TASK OBJECTIVE
Below are the records; give again exactly the line with "standing: dict[str, Text]", the line with "the sentences of", and each line that lies between them, and nothing besides.

Collected data:

•••••

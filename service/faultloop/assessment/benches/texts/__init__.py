"""What is said of benches, one file a language."""

from functools import lru_cache
from importlib import resources

from faultloop.rules.strict import Sheet, Text, read_sheet, read_table


class BenchTexts(Sheet):
    """Every sentence about benches in one language."""

    language: Text
    parts: dict[str, Text]
    links: dict[str, Text]
    steps: dict[str, Text]
    standing: dict[str, Text]
    contacts: dict[str, Text]
    changes: dict[str, Text]
    outcomes: dict[str, Text]
    seen: dict[str, Text]
    planned: dict[str, Text]
    stored: dict[str, Text]
    assumed: dict[str, Text]
    cautions: dict[str, Text]


@lru_cache(maxsize=8)
def bench_texts(language: str) -> BenchTexts:
    """Load the sentences of one language."""
    file = resources.files("faultloop.assessment.benches.texts") / f"{language}.toml"
    return read_sheet(BenchTexts, read_table(file), file.name)
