"""Exposure tools and the errors that every mask printed on them takes along."""

from pydantic import Field

from flowplan.model.base import Described
from flowplan.model.marksites import Alignment
from flowplan.model.terms import Size, Term


class Tool(Described):
    """An exposure tool: how well it reads marks, and its own error terms."""

    alignment: Alignment | None = Field(
        None,
        description="Reading marks of an earlier mask, fresh at each exposure and axis: one size, or "
        "`per_mark`, `sites` and `model` of a least-squares fit.",
    )
    wafer_alignment: Size | None = Field(
        None, description="To the notch or flat, for a mask that aligns to `wafer`."
    )
    terms: dict[str, Term] = Field(
        default_factory=dict, description="Named error terms of every exposure on this tool."
    )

•••••

ANSWER TO THIS EXERCISE
    standing: dict[str, Text]
    contacts: dict[str, Text]
    changes: dict[str, Text]
    outcomes: dict[str, Text]
    seen: dict[str, Text]
    planned: dict[str, Text]
    stored: dict[str, Text]
    assumed: dict[str, Text]
    cautions: dict[str, Text]


@lru_cache(maxsize=8)
def bench_texts(language: str) -> BenchTexts:
    """Load the sentences of one language."""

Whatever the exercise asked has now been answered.